··· Records provided

describe("the yard set", () => {
  it("when the inspector asks for the set, then it holds every slab cast in the last 48 h and every uninspected one, each as the database has it", async () => {
    const { res, before, after } = await sync();
    expect(res.status).toBe(200);
    expect(res.body.windowHours).toBe(48);
    expect(res.body.uninspectedMaxDays).toBe(90);
    const ids = new Set<string>(res.body.slabs.map((s: { slabId: string }) => s.slabId));
    const { must, may } = expectedIds(48, before, after);
    for (const id of must) expect(ids.has(id), `${id} is missing`).toBe(true);
    for (const id of ids) expect(may.has(id), `${id} should not be there`).toBe(true);
    expect(res.body.matched).toBe(ids.size);
    expect(res.body.leftOut).toBe(0);
    expect(ids.size).toBeGreaterThan(200);
    // Newest first.
    const cast = res.body.slabs.map((s: { castAt: string }) => Date.parse(s.castAt));
    expect(cast).toEqual([...cast].sort((a, b) => b - a));

    // One uninspected slab, field by field against its row.
    const row = one(
      `select s.slab_id, h.heat_no, g.code as grade, st.strand_no, s.piece_no, s.length_mm, s.width_mm, s.thickness_mm, s.weight_t, s.cast_at, s.transition
       from slabs s join heats h on h.id = s.heat_id join grades g on g.id = h.grade_id join strands st on st.id = s.strand_id
       where s.piece_no = 2 and not exists (select 1 from defects d where d.slab_id = s.id) and not exists (select 1 from products p where p.slab_id = s.id)
       order by s.cast_at desc limit 1`,
    );
    const next = one(
      "select n.slab_id from slabs n join slabs s on s.heat_id = n.heat_id and s.strand_id = n.strand_id where s.slab_id = ? and n.piece_no = 3",
      row.slab_id,
    );
    const got = res.body.slabs.find((s: { slabId: string }) => s.slabId === row.slab_id);
    expect(got).toEqual({
      slabId: row.slab_id,
      heatNo: row.heat_no,
      gradeCode: row.grade,
      strandNo: row.strand_no,
      pieceNo: 2,
      lengthMm: row.length_mm,
      widthMm: row.width_mm,
      thicknessMm: 230,
      weightT: row.weight_t,
      castAt: new Date(row.cast_at).toISOString(),
      transition: row.transition === 1,
      disposition: null,
      defects: 0,
      uninspected: true,
      products: [],
      nextPieceId: next?.slab_id ?? null,
      risk: expectedRisk(row.slab_id),
    });
    expect(got.slabId).toBe(`${row.heat_no}-${row.strand_no}02`);

    // A rolled slab names its coil and when it was rolled; it is not "uninspected".
    const rolled = one(
      "select s.slab_id, p.product_id, p.kind, p.rolled_at from products p join slabs s on s.id = p.slab_id where s.cast_at >= ? order by p.id limit 1",
      after - 24 * HOUR,
    );
    const gotRolled = res.body.slabs.find((s: { slabId: string }) => s.slabId === rolled.slab_id);
    expect(gotRolled.products).toEqual([{ productId: rolled.product_id, kind: "coil", rolledAt: new Date(rolled.rolled_at).toISOString() }]);
    expect(gotRolled.uninspected).toBe(false);

    // An inspected slab: its entries counted, its disposition the worst of them.
    const inspected = one(
      "select s.slab_id, s.disposition, count(*) as n from defects d join slabs s on s.id = d.slab_id where d.client_key like 'demo-yard-%' group by s.id order by s.id limit 1",
    );
    expect(res.body.slabs.find((s: { slabId: string }) => s.slabId === inspected.slab_id)).toMatchObject({
      defects: inspected.n,
      disposition: inspected.disposition,
      uninspected: false,
    });

    // The last piece of a heat on its strand has no next piece.
    const last = one(
      `select s.slab_id from slabs s where s.cast_at >= ? and s.piece_no = (select max(piece_no) from slabs x where x.heat_id = s.heat_id and x.strand_id = s.strand_id) limit 1`,
      after - 24 * HOUR,
    );
    expect(res.body.slabs.find((s: { slabId: string }) => s.slabId === last.slab_id).nextPieceId).toBeNull();
  });

  it("when the inspector asks for the set, then it carries the active catalogue and the inspector's own entries of the last 7 days, not others'", async () => {
    const { res, after } = await sync();
    const types = all(
      "select t.code from defect_types t join defect_categories c on c.id = t.category_id where t.active = 1 and c.active = 1 order by c.sort_order, t.code",
    );
    expect(res.body.catalogue.types.map((x: { code: string }) => x.code)).toEqual(types.map((x) => x.code));
    expect(res.body.mineDays).toBe(7);
    const mine = all(
      `select d.id from defects d join user u on u.id = d.created_by
       where u.email = 'inspector@demo.test' and d.deleted_at is null and d.found_at >= ? order by d.found_at desc, d.id desc`,
      after - 7 * DAY,
    ).map((r) => r.id);
    expect(mine.length).toBeGreaterThan(5);
    expect(res.body.mine.map((d: { id: number }) => d.id)).toEqual(mine);
    const quality = await t.agentFor("quality");
    const theirs = await quality.get("/api/yard/sync");
    expect(theirs.status).toBe(200);
    const qualityId = one("select id from user where email = 'quality@demo.test'").id as string;
    expect(theirs.body.mine.filter((d: { createdById: string }) => d.createdById !== qualityId)).toEqual([]);
  });

  it("when a tablet already holds the current set, then it gets 304 and nothing else; after a new entry, the new set", async () => {
    const first = await inspector.get("/api/yard/sync");
    const etag = first.headers.etag as string;
    expect(etag).toMatch(/^W\/"[A-Za-z0-9_-]{32}"$/);
    expect(first.headers["cache-control"]).toBe("private, no-cache");
    // Sent gzipped to a client that takes it (supertest does, and unpacks it).
    expect(first.headers["content-encoding"]).toBe("gzip");
    expect(first.body.slabs.length).toBeGreaterThan(200);
    const again = await inspector.get("/api/yard/sync").set("If-None-Match", etag);
    expect(again.status).toBe(304);
    expect(again.text).toBe("");
    expect(again.headers.etag).toBe(etag);
    // A weak form of the tag and a list of tags are read too; another tag gets the set.
    const bare = etag.replace(/^W\//, "");
    expect((await inspector.get("/api/yard/sync").set("If-None-Match", `"other", ${bare}`)).status).toBe(304);
    const plain = await inspector.get("/api/yard/sync").set("Accept-Encoding", "identity");
    expect(plain.headers["content-encoding"]).toBeUndefined();
    expect(plain.headers.etag).toBe(etag);
    expect((await inspector.get("/api/yard/sync").set("If-None-Match", '"not-this-one"')).status).toBe(200);

    const slab = first.body.slabs.find((s: { uninspected: boolean; pieceNo: number }) => s.uninspected && s.pieceNo === 1);
    const created = await inspector.post("/api/defects").set("Origin", O()).send({
      slab_id: slab.slabId,
      type_code: "SCB",
      face: "inner",
      position_along_mm: 1000,
      position_across_mm: 300,
      severity: 1,
      disposition: "accept",
      client_key: "yard-sync-etag-0001",
    });
    expect(created.status).toBe(201);
    const after = await inspector.get("/api/yard/sync").set("If-None-Match", etag);
    expect(after.status).toBe(200);
    expect(after.headers.etag).not.toBe(etag);
    expect(after.body.slabs.find((s: { slabId: string }) => s.slabId === slab.slabId)).toMatchObject({ defects: 1, disposition: "accept", uninspected: false });
    expect(after.body.mine[0]).toMatchObject({ id: created.body.id, slabId: slab.slabId, typeCode: "SCB" });
  });

  it("when the inspector asks for one slab the tablet does not hold, then it comes as the set carries it; an unknown id is 404", async () => {
    const old = one("select s.slab_id, p.product_id from slabs s join products p on p.slab_id = s.id order by s.id limit 1");
    const res = await inspector.get(`/api/yard/slabs/${old.slab_id.toLowerCase()}`);
    expect(res.status).toBe(200);
    expect(res.body.slabId).toBe(old.slab_id);
    expect(res.body.products.map((p: { productId: string }) => p.productId)).toContain(old.product_id);
    const unknown = await inspector.get("/api/yard/slabs/L269999-199");
    expect(unknown.status).toBe(404);
    expect(unknown.body.error).toMatchObject({ code: "not_found" });
    expect(unknown.body.error.message).toContain("L269999-199");
  });
});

······

__Required work__: The response has to give back every record verbatim.

__Answer section__:
describe("the yard set", () => {
  it("when the inspector asks for the set, then it holds every slab cast in the last 48 h and every uninspected one, each as the database has it", async () => {
    const { res, before, after } = await sync();
    expect(res.status).toBe(200);
    expect(res.body.windowHours).toBe(48);
    expect(res.body.uninspectedMaxDays).toBe(90);
    const ids = new Set<string>(res.body.slabs.map((s: { slabId: string }) => s.slabId));
    const { must, may } = expectedIds(48, before, after);
    for (const id of must) expect(ids.has(id), `${id} is missing`).toBe(true);
    for (const id of ids) expect(may.has(id), `${id} should not be there`).toBe(true);
    expect(res.body.matched).toBe(ids.size);
    expect(res.body.leftOut).toBe(0);
    expect(ids.size).toBeGreaterThan(200);
    // Newest first.
    const cast = res.body.slabs.map((s: { castAt: string }) => Date.parse(s.castAt));
    expect(cast).toEqual([...cast].sort((a, b) => b - a));

    // One uninspected slab, field by field against its row.
    const row = one(
      `select s.slab_id, h.heat_no, g.code as grade, st.strand_no, s.piece_no, s.length_mm, s.width_mm, s.thickness_mm, s.weight_t, s.cast_at, s.transition
       from slabs s join heats h on h.id = s.heat_id join grades g on g.id = h.grade_id join strands st on st.id = s.strand_id
       where s.piece_no = 2 and not exists (select 1 from defects d where d.slab_id = s.id) and not exists (select 1 from products p where p.slab_id = s.id)
       order by s.cast_at desc limit 1`,
    );
    const next = one(
      "select n.slab_id from slabs n join slabs s on s.heat_id = n.heat_id and s.strand_id = n.strand_id where s.slab_id = ? and n.piece_no = 3",
      row.slab_id,
    );
    const got = res.body.slabs.find((s: { slabId: string }) => s.slabId === row.slab_id);
    expect(got).toEqual({
      slabId: row.slab_id,
      heatNo: row.heat_no,
      gradeCode: row.grade,
      strandNo: row.strand_no,
      pieceNo: 2,
      lengthMm: row.length_mm,
      widthMm: row.width_mm,
      thicknessMm: 230,
      weightT: row.weight_t,
      castAt: new Date(row.cast_at).toISOString(),
      transition: row.transition === 1,
      disposition: null,
      defects: 0,
      uninspected: true,
      products: [],
      nextPieceId: next?.slab_id ?? null,
      risk: expectedRisk(row.slab_id),
    });
    expect(got.slabId).toBe(`${row.heat_no}-${row.strand_no}02`);

    // A rolled slab names its coil and when it was rolled; it is not "uninspected".
    const rolled = one(
      "select s.slab_id, p.product_id, p.kind, p.rolled_at from products p join slabs s on s.id = p.slab_id where s.cast_at >= ? order by p.id limit 1",
      after - 24 * HOUR,
    );
    const gotRolled = res.body.slabs.find((s: { slabId: string }) => s.slabId === rolled.slab_id);
    expect(gotRolled.products).toEqual([{ productId: rolled.product_id, kind: "coil", rolledAt: new Date(rolled.rolled_at).toISOString() }]);
    expect(gotRolled.uninspected).toBe(false);

    // An inspected slab: its entries counted, its disposition the worst of them.
    const inspected = one(
      "select s.slab_id, s.disposition, count(*) as n from defects d join slabs s on s.id = d.slab_id where d.client_key like 'demo-yard-%' group by s.id order by s.id limit 1",
    );
    expect(res.body.slabs.find((s: { slabId: string }) => s.slabId === inspected.slab_id)).toMatchObject({
      defects: inspected.n,
      disposition: inspected.disposition,
      uninspected: false,
    });

    // The last piece of a heat on its strand has no next piece.
    const last = one(
      `select s.slab_id from slabs s where s.cast_at >= ? and s.piece_no = (select max(piece_no) from slabs x where x.heat_id = s.heat_id and x.strand_id = s.strand_id) limit 1`,
      after - 24 * HOUR,
    );
    expect(res.body.slabs.find((s: { slabId: string }) => s.slabId === last.slab_id).nextPieceId).toBeNull();
  });

  it("when the inspector asks for the set, then it carries the active catalogue and the inspector's own entries of the last 7 days, not others'", async () => {
    const { res, after } = await sync();
    const types = all(
      "select t.code from defect_types t join defect_categories c on c.id = t.category_id where t.active = 1 and c.active = 1 order by c.sort_order, t.code",
    );
    expect(res.body.catalogue.types.map((x: { code: string }) => x.code)).toEqual(types.map((x) => x.code));
    expect(res.body.mineDays).toBe(7);
    const mine = all(
      `select d.id from defects d join user u on u.id = d.created_by
       where u.email = 'inspector@demo.test' and d.deleted_at is null and d.found_at >= ? order by d.found_at desc, d.id desc`,
      after - 7 * DAY,
    ).map((r) => r.id);
    expect(mine.length).toBeGreaterThan(5);
    expect(res.body.mine.map((d: { id: number }) => d.id)).toEqual(mine);
    const quality = await t.agentFor("quality");
    const theirs = await quality.get("/api/yard/sync");
    expect(theirs.status).toBe(200);
    const qualityId = one("select id from user where email = 'quality@demo.test'").id as string;
    expect(theirs.body.mine.filter((d: { createdById: string }) => d.createdById !== qualityId)).toEqual([]);
  });

  it("when a tablet already holds the current set, then it gets 304 and nothing else; after a new entry, the new set", async () => {
    const first = await inspector.get("/api/yard/sync");
    const etag = first.headers.etag as string;
    expect(etag).toMatch(/^W\/"[A-Za-z0-9_-]{32}"$/);
    expect(first.headers["cache-control"]).toBe("private, no-cache");
    // Sent gzipped to a client that takes it (supertest does, and unpacks it).
    expect(first.headers["content-encoding"]).toBe("gzip");
    expect(first.body.slabs.length).toBeGreaterThan(200);
    const again = await inspector.get("/api/yard/sync").set("If-None-Match", etag);
    expect(again.status).toBe(304);
    expect(again.text).toBe("");
    expect(again.headers.etag).toBe(etag);
    // A weak form of the tag and a list of tags are read too; another tag gets the set.
    const bare = etag.replace(/^W\//, "");
    expect((await inspector.get("/api/yard/sync").set("If-None-Match", `"other", ${bare}`)).status).toBe(304);
    const plain = await inspector.get("/api/yard/sync").set("Accept-Encoding", "identity");
    expect(plain.headers["content-encoding"]).toBeUndefined();
    expect(plain.headers.etag).toBe(etag);
    expect((await inspector.get("/api/yard/sync").set("If-None-Match", '"not-this-one"')).status).toBe(200);

    const slab = first.body.slabs.find((s: { uninspected: boolean; pieceNo: number }) => s.uninspected && s.pieceNo === 1);
    const created = await inspector.post("/api/defects").set("Origin", O()).send({
      slab_id: slab.slabId,
      type_code: "SCB",
      face: "inner",
      position_along_mm: 1000,
      position_across_mm: 300,
      severity: 1,
      disposition: "accept",
      client_key: "yard-sync-etag-0001",
    });
    expect(created.status).toBe(201);
    const after = await inspector.get("/api/yard/sync").set("If-None-Match", etag);
    expect(after.status).toBe(200);
    expect(after.headers.etag).not.toBe(etag);
    expect(after.body.slabs.find((s: { slabId: string }) => s.slabId === slab.slabId)).toMatchObject({ defects: 1, disposition: "accept", uninspected: false });
    expect(after.body.mine[0]).toMatchObject({ id: created.body.id, slabId: slab.slabId, typeCode: "SCB" });
  });

  it("when the inspector asks for one slab the tablet does not hold, then it comes as the set carries it; an unknown id is 404", async () => {
    const old = one("select s.slab_id, p.product_id from slabs s join products p on p.slab_id = s.id order by s.id limit 1");
    const res = await inspector.get(`/api/yard/slabs/${old.slab_id.toLowerCase()}`);
    expect(res.status).toBe(200);
    expect(res.body.slabId).toBe(old.slab_id);
    expect(res.body.products.map((p: { productId: string }) => p.productId)).toContain(old.product_id);
    const unknown = await inspector.get("/api/yard/slabs/L269999-199");
    expect(unknown.status).toBe(404);
    expect(unknown.body.error).toMatchObject({ code: "not_found" });
    expect(unknown.body.error.message).toContain("L269999-199");
  });
});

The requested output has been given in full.